From the line with "tail = parts[0][2].shape[2:]" to the line with "beyond = np.zeros(found.shape[:2], dtype=bool)", retype every line exactly, including those two, and leave out the rest of the data below.

(Dataset entries)
****************
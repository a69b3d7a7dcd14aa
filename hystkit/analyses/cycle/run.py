"""What happened in a run: events, phases, extremes, and the waveform at any times."""

from __future__ import annotations

from collections.abc import Callable, Sequence
from dataclasses import dataclass
from functools import cached_property
from typing import Any, NamedTuple

import numpy as np
from numpy.typing import ArrayLike, NDArray

from hystkit.analyses.cycle.follow import Event, Outcome, Track
from hystkit.analyses.cycle.numbers import read_numbers
from hystkit.analyses.cycle.plants import Plant
from hystkit.analyses.cycle.turns import turns
from hystkit.base.errors import Fault, InputError
from hystkit.base.fields import Field, Viewed
from hystkit.circuit.reading import wrong_kind
from hystkit.numeric.measurand import shown_span, span_of

Array = NDArray[np.float64]

#: Up to this part of the period, and of the width, two cycles are alike [1].
SETTLED = 1e-6


class Waveform(NamedTuple):
    """A run at given times; all arrays of one shape, the times on the last axis."""

    time: Array
    process: Array
    sensed: Array
    on: NDArray[np.bool_]


class Extremes(NamedTuple):
    """Turning points of the process value in order of time, NaN beyond the last."""

    time: Array
    value: Array
    high: NDArray[np.bool_]


@dataclass(frozen=True, eq=False)
class Run(Viewed):
    """A run of one plant, or of an array of them, from event to event.

    Arrays have the shape of the request with one more axis, for events or phases; NaN fills up
    the elements that have fewer.

    Attributes
    ----------
    plant : Plant
        That was controlled.
    on_at, off_at : float or ndarray
        Trips [unit].
    until : float or ndarray
        When the run ends [s].
    shape : tuple of int
        Shape of the request, () for a single run.
    tracks : tuple
        What was followed: elements, and their `Track`.
    refused : ndarray of int8, shape (m,)
        `Outcome` codes of the elements that could not be followed.
    """

    plant: Plant
    on_at: Any
    off_at: Any
    until: Any
    shape: tuple[int, ...]
    tracks: tuple[tuple[NDArray[np.intp], Track], ...]
    refused: NDArray[np.int8]

    @cached_property
    def times(self) -> Array:
        """When each event happens, shape (..., k) [s]."""
        return self._gathered(lambda track: track.times, np.nan)

    @cached_property
    def events(self) -> NDArray[np.uint8]:
        """What happens in each event, as `Event` flags, shape (..., k); 0 beyond the end."""
        return self._gathered(lambda track: track.events, np.uint8(0))

    @cached_property
    def states(self) -> Array:
        """States of the plant at each event, shape (..., k, n)."""
        order = self.plant.dynamics.order
        return self._gathered(lambda track: track.motion.outward(track.z)[..., :order], np.nan)

    @cached_property
    def process(self) -> Array:
        """Process value at each event, shape (..., k) [unit]."""
        return self._gathered(lambda track: _signal(track.process, track.z), np.nan)

    @cached_property
    def sensed(self) -> Array:
        """Sensed value at each event, behind the input filter, shape (..., k) [unit]."""
        return self._gathered(lambda track: _signal(track.sensed, track.z), np.nan)

    @cached_property
    def on(self) -> NDArray[np.bool_]:
        """Whether the load is switched on right after each event, shape (..., k)."""
        return self._gathered(lambda track: track.command, False)

    @cached_property
    def acting(self) -> NDArray[np.bool_]:
        """Whether the load acts right after each event, the dead time elapsed, shape (..., k)."""
        return self._gathered(lambda track: track.load, False)

    @cached_property
    def status(self) -> Any:
        """An `Outcome` code for each element."""
        found = self.refused.copy()
        for index, track in self.tracks:
            found[index] = track.outcome
        return found.reshape(self.shape)[()]

    @property
    def message(self) -> str:
        """What became of the run; of an array, how many elements went which way."""
        if self.shape == ():
            return Outcome(int(self.status)).message
        codes, counts = np.unique(self.status, return_counts=True)
        pairs = zip(codes, counts, strict=True)
        return "; ".join(f"{count} {Outcome(int(code)).message}" for code, count in pairs)

    @cached_property
    def starts(self) -> Array:
        """When the load is switched on, shape (..., j) [s]."""
        return _leftmost(self._commands & self.on, self.times)

    @cached_property
    def on_times(self) -> Array:
        """Length of each whole phase with the load switched on, shape (..., j) [s]."""
        return self._phases(on=True)

    @cached_property
    def off_times(self) -> Array:
        """Length of each whole phase between two of them, shape (..., j) [s]."""
        return self._phases(on=False)

    @property
    def duty(self) -> Any:
        """Share of time with the load switched on in the last whole cycle, NaN without one [1]."""
        on, starts = self.on_times, self.starts
        # The phase after the last start belongs to a cycle that is not whole.
        whole = np.isfinite(on).sum(axis=-1) < np.isfinite(starts).sum(axis=-1)
        last = np.where(whole, _last(on, 0), _last(on, 1))
        return np.asarray(last / (_last(starts, 0) - _last(starts, 1)))[()]

    @property
    def settled(self) -> Any:
        """Whether the last two cycles are alike: phases, and where the process value starts."""
        phases = (self.on_times, self.off_times)
        period = sum(_last(lengths, 0) for lengths in phases)
        change = sum(abs(_last(lengths, 0) - _last(lengths, 1)) for lengths in phases)
        begins = _leftmost(self._commands & self.on, self.process)
        width = np.abs(np.subtract(self.off_at, self.on_at))
        returns = abs(_last(begins, 0) - _last(begins, 1)) <= SETTLED * width
        return np.asarray((change <= SETTLED * period) & returns)[()]

    @cached_property
    def extremes(self) -> Extremes:
        """True highs and lows of the process value, at events and between them, shape (..., j)."""
        found = [turns(track) for _, track in self.tracks]
        count = int(np.prod(self.shape))
        most = max((times.shape[1] for times, _, _ in found), default=0)
        time, value = np.full((2, count, most), np.nan)
        high = np.zeros((count, most), dtype=bool)
        for (index, _), (times, values, highs) in zip(self.tracks, found, strict=True):
            for whole, part in ((time, times), (value, values), (high, highs)):
                whole[index, : part.shape[1]] = part
        return Extremes(*(array.reshape(*self.shape, most) for array in (time, value, high)))

    @property
    def low(self) -> Any:
        """Last true low of the process value, NaN without one [unit]."""
        return _last(self._turned(high=False), 0)

    @property
    def high(self) -> Any:
        """Last true high of the process value, NaN without one [unit]."""
        return _last(self._turned(high=True), 0)

    def sampled(self, at: ArrayLike) -> Waveform:
        """Evaluate the run at any times, in closed form.

        Parameters
        ----------
        at : int or array_like
            Number of times, evenly from 0 to the end of each element; or the times themselves
            [s], one axis for all elements.

        Returns
        -------
        Waveform
            Time [s], process value, sensed value behind the input filter [unit], and whether the
            load is switched on; shape (..., count). NaN and False outside the run.

        Raises
        ------
        InputError
            If `at` is neither a number of times nor an array of times.
        """
        until = np.broadcast_to(self.until, self.shape).ravel()
        times = _read_times(at)
        if isinstance(times, int):
            time = np.linspace(0.0, until, times, axis=-1)
        else:
            time = np.broadcast_to(times, (until.size, times.size))
        process, sensed = np.full((2, *time.shape), np.nan)
        on = np.zeros(time.shape, dtype=bool)
        for index, track in self.tracks:
            process[index], sensed[index], on[index] = _evaluated(track, time[index])
        parts = (np.array(part).reshape(*self.shape, -1) for part in (time, process, sensed, on))
        return Waveform(*parts)

    @property
    def _commands(self) -> NDArray[np.bool_]:
        return (self.events & Event.COMMAND) > 0

    def _phases(self, *, on: bool) -> Array:
        times = _leftmost(self._commands, self.times)
        states = _leftmost(self._commands, np.where(self.on, 1.0, 0.0))
        return _leftmost(states[..., :-1] == float(on), np.diff(times), finite=True)

    def _turned(self, *, high: bool) -> Array:
        extremes = self.extremes
        return _leftmost((extremes.high == high) & np.isfinite(extremes.time), extremes.value)

    def _gathered(self, reader: Callable[[Track], Any], fill: Any) -> NDArray[Any]:
        """Put what all tracks hold of each event into one array."""
        parts = [(index, track, np.moveaxis(reader(track), 1, 0)) for index, track in self.tracks]
        longest = max((part.shape[1] for _, _, part in parts), default=0)
        tail = parts[0][2].shape[2:] if parts else ()
        found = np.full((int(np.prod(self.shape)), longest, *tail), fill)
        for index, track, part in parts:
            found[index, : part.shape[1]] = part
            beyond = np.zeros(found.shape[:2], dtype=bool)
            beyond[index, : part.shape[1]] = track.events.T == 0
            found[beyond] = fill
        return found.reshape(*self.shape, *found.shape[1:])

    @property
    def _title(self) -> str:
        return f"Run of {self.plant.name or 'the plant'}"

    def _fields(self) -> Sequence[Field]:
        unit = self.plant.unit
        last = (("on time", self.on_times), ("off time", self.off_times))
        return [
            Field("behaviour", self.message),
            Field("starts", span_of(np.isfinite(self.starts).sum(axis=-1))),
            *(Field(label, span_of(_last(phases, 0)), "s", "last one") for label, phases in last),
            Field("duty", span_of(self.duty), "%", "last cycle"),
            Field("lowest", shown_span(self.low, unit), "", "last low of the process value"),
            Field("highest", shown_span(self.high, unit), "", "last high of the process value"),
            Field("settled", bool(np.all(self.settled)), "", "last two cycles alike"),
        ]


def _read_times(at: Any) -> int | Array:
    faults: list[Fault] = []
    read = read_numbers(faults, "at", at, "s")
    if not faults and np.ndim(read) == 0 and not (read >= 1 and float(read).is_integer()):
        faults.append(wrong_kind("at", at, "a number of times", "run.sampled(1500)"))
    if faults:
        raise InputError.of("these times", faults)
    return int(read) if np.ndim(read) == 0 else np.ravel(read)


def _signal(row: NDArray[Any], z: NDArray[Any]) -> Array:
    return np.asarray((row * z).sum(axis=-2).real)


def _evaluated(track: Track, time: Array) -> tuple[Array, Array, NDArray[np.bool_]]:
    """Return process value, sensed value and command at times of shape (m, count)."""
    elements = np.arange(len(time))[:, None]
    # The last event at or before each time; of several at one instant, the last.
    place = np.stack(
        [
            np.searchsorted(own, when, side="right")
            for own, when in zip(track.times.T, time, strict=True)
        ]
    )
    place = np.clip(place - 1, 0, None)
    outside = (time < 0) | (time > track.times[-1][:, None])
    since = np.where(outside, np.nan, time - track.times[place, elements])
    # Times go first, so that one plant keeps its place on the last axis.
    z, v = (np.moveaxis(array[place, :, elements], 0, -1) for array in (track.z, track.v))
    z = z + track.motion.covered(v, since.T)
    process, sensed = (_signal(row, z).T for row in (track.process, track.sensed))
    return process, sensed, track.command[place, elements] & ~outside


def _leftmost(chosen: NDArray[np.bool_], values: Array, *, finite: bool = False) -> Array:
    """Move the chosen values to the left of the last axis, and cut off what stays empty."""
    chosen = chosen & np.isfinite(values) if finite else chosen
    order = np.argsort(~chosen, axis=-1, kind="stable")
    counts = chosen.sum(axis=-1)
    moved = np.take_along_axis(values, order, axis=-1)
    moved = np.where(np.arange(moved.shape[-1]) < counts[..., None], moved, np.nan)
    return moved[..., : int(counts.max(initial=0))]


def _last(values: Array, back: int) -> Any:
    """Return the last finite value of each row, or the one so many places before it."""
    place = np.isfinite(values).sum(axis=-1) - 1 - back
    if not values.shape[-1]:
        return np.full(values.shape[:-1], np.nan)[()]
    taken = np.take_along_axis(values, np.maximum(place, 0)[..., None], axis=-1)[..., 0]
    return np.where(place >= 0, taken, np.nan)[()]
****************
▶ _RESPONSE TO THIS TASK_
        tail = parts[0][2].shape[2:] if parts else ()
        found = np.full((int(np.prod(self.shape)), longest, *tail), fill)
        for index, track, part in parts:
            found[index, : part.shape[1]] = part
            beyond = np.zeros(found.shape[:2], dtype=bool)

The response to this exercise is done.